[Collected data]

● ● ● ● ● ● ●

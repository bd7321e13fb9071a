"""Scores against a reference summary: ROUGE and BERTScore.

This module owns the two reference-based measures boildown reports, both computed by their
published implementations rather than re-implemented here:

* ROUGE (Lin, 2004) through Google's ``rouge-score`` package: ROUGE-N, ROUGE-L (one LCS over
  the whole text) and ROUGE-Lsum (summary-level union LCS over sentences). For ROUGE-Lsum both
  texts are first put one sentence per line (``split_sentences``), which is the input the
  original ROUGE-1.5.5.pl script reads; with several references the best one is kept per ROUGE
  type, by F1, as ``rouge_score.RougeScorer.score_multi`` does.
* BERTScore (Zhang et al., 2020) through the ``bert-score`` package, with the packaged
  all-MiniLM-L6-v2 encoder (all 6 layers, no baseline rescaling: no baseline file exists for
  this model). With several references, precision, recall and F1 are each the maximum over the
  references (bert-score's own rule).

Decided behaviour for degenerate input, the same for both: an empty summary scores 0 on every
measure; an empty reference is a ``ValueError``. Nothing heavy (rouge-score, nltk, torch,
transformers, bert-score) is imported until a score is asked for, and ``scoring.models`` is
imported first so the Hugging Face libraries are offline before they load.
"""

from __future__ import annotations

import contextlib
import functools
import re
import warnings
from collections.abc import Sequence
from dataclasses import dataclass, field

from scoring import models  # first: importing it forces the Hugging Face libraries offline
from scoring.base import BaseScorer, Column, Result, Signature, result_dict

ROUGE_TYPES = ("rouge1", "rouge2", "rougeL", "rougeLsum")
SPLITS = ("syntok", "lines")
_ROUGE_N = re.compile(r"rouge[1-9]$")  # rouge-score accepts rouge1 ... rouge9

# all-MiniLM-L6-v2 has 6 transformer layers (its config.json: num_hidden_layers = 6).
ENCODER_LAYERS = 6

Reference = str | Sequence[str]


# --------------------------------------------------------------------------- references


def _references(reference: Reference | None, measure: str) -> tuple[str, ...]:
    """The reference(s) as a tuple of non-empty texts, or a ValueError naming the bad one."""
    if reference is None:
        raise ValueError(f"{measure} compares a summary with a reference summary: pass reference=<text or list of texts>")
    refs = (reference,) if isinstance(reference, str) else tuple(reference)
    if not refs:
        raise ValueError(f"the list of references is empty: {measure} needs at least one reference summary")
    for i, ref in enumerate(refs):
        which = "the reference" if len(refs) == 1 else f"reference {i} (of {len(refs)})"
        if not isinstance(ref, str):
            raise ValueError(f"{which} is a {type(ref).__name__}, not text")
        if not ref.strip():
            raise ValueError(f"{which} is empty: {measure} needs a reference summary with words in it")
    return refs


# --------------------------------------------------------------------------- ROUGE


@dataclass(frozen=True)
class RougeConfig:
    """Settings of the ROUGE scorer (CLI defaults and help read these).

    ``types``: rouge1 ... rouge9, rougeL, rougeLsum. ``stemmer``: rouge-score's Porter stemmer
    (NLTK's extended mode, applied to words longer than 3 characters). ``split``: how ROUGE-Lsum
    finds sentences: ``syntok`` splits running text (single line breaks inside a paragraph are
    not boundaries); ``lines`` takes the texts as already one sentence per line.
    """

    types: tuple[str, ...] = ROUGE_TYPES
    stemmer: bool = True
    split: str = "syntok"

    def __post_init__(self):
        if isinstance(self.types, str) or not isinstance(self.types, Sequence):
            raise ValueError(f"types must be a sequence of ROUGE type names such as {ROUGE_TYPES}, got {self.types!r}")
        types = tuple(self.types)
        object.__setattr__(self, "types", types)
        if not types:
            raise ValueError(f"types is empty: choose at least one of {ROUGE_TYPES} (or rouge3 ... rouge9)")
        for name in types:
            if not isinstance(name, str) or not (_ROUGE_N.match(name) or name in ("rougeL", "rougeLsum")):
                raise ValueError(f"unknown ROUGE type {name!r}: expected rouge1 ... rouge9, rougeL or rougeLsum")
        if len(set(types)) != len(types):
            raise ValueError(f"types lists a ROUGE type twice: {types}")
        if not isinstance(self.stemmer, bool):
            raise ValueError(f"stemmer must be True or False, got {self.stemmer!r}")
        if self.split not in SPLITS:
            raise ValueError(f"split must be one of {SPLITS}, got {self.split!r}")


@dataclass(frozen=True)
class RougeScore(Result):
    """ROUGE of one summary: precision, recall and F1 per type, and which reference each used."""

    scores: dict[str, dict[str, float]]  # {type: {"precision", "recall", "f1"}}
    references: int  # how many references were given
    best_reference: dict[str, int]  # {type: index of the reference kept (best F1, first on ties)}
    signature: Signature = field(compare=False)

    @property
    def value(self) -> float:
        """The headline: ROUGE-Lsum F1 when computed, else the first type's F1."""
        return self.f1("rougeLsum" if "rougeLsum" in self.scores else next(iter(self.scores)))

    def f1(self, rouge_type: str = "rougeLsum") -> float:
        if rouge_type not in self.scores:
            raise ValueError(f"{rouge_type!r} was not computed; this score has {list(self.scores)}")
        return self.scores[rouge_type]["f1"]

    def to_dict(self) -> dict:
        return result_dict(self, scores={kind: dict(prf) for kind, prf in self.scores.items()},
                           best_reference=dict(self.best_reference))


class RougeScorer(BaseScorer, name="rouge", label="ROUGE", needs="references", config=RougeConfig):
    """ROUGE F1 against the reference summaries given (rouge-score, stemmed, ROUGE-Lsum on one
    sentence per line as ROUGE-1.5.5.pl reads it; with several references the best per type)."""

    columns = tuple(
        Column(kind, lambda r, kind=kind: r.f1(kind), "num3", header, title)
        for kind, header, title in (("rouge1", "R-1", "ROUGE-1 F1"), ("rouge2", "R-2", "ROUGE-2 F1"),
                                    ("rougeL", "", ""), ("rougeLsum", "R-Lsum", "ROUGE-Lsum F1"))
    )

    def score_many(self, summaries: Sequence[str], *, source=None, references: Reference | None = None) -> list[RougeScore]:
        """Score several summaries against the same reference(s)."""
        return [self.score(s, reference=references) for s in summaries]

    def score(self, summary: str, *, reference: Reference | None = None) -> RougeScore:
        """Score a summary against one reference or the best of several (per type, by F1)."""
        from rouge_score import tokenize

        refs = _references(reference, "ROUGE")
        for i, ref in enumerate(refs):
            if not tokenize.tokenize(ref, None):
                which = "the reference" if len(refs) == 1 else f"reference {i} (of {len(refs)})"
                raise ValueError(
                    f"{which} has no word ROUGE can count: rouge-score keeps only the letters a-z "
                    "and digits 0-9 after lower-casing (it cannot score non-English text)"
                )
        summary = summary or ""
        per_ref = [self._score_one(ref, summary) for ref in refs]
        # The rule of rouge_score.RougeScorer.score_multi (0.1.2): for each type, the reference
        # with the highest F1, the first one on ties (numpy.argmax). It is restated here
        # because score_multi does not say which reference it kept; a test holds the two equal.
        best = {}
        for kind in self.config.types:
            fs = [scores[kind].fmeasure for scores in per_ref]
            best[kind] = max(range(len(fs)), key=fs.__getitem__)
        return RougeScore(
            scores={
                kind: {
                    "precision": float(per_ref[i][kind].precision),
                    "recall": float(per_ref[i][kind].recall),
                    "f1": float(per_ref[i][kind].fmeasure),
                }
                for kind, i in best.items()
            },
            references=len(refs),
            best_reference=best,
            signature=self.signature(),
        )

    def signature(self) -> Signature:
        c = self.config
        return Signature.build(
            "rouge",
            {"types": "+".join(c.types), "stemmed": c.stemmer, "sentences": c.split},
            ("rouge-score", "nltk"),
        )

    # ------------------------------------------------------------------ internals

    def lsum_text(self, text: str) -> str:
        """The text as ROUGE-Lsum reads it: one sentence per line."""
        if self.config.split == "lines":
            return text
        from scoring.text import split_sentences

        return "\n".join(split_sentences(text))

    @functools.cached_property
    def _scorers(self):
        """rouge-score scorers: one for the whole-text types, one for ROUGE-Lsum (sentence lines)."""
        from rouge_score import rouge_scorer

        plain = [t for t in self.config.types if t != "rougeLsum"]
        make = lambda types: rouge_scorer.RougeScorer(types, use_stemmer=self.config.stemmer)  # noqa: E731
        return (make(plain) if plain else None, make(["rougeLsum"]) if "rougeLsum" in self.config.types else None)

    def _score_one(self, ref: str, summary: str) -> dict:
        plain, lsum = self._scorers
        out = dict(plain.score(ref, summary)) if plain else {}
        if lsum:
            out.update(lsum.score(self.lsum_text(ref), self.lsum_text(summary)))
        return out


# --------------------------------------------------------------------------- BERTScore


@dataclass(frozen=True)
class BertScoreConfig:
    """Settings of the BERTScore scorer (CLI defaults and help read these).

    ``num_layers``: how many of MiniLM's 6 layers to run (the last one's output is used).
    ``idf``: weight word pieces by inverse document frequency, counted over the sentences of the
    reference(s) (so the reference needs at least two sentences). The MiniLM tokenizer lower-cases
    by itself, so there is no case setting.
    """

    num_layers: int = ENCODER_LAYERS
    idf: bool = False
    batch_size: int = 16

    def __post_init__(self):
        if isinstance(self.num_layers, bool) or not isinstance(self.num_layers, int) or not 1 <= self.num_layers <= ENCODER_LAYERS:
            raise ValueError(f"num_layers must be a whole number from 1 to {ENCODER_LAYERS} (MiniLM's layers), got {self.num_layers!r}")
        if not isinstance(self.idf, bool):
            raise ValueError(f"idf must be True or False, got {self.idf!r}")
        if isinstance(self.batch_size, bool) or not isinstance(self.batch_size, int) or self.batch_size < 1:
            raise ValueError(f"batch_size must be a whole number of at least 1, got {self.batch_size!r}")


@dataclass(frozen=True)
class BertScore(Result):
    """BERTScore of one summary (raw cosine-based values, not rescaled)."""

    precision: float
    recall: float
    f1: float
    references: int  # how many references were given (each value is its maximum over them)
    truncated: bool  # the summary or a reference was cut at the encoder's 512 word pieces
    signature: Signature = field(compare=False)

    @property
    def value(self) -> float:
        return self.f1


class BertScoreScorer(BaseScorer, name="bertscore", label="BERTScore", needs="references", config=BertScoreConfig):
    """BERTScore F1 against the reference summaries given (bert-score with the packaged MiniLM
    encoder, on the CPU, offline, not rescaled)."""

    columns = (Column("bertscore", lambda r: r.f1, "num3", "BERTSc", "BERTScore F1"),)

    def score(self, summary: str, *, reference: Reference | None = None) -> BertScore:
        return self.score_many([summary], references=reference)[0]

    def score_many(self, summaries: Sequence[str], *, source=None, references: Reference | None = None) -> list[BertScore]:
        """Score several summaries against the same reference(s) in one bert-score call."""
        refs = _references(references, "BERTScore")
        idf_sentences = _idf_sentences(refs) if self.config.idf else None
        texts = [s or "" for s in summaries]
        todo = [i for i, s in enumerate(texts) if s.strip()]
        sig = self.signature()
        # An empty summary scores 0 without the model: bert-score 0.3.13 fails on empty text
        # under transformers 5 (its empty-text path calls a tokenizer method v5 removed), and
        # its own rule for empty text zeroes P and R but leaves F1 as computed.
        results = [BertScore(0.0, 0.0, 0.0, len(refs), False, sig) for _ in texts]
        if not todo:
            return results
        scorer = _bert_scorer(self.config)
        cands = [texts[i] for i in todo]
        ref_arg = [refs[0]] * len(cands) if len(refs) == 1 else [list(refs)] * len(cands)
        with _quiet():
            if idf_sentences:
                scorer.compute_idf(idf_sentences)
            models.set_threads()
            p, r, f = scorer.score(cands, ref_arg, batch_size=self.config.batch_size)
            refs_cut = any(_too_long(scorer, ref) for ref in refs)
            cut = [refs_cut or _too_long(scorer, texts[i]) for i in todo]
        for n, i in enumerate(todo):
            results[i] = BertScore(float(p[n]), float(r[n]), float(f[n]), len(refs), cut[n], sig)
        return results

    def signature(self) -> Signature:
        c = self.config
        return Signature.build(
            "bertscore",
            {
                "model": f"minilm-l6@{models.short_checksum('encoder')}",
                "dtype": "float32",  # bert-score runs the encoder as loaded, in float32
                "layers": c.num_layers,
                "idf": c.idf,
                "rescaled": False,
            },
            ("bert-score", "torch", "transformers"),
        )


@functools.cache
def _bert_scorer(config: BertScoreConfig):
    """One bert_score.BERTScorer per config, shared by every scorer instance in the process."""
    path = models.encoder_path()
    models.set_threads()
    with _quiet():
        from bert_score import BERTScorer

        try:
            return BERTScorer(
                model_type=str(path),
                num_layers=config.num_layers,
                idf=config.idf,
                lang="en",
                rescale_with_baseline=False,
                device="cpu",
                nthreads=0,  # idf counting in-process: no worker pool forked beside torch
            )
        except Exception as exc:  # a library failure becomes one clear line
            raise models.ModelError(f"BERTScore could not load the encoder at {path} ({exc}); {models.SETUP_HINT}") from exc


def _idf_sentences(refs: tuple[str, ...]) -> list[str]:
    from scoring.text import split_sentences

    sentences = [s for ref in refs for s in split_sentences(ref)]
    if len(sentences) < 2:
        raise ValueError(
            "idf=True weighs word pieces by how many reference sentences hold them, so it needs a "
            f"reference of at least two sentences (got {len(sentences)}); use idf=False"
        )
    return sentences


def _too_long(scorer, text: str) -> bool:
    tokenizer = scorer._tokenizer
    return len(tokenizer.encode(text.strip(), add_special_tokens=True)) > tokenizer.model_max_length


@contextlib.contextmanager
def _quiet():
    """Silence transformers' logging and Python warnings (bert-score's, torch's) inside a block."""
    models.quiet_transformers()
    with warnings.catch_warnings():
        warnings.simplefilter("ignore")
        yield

● ● ● ● ● ● ●

Taking the line with "scorer.score(cands, ref_arg, batch_size=self.config.batch_size)" as the first and the line with "for n, i in" as the last, retype that stretch of the data above exactly, with no other lines.

# Expected output
            p, r, f = scorer.score(cands, ref_arg, batch_size=self.config.batch_size)
            refs_cut = any(_too_long(scorer, ref) for ref in refs)
            cut = [refs_cut or _too_long(scorer, texts[i]) for i in todo]
        for n, i in enumerate(todo):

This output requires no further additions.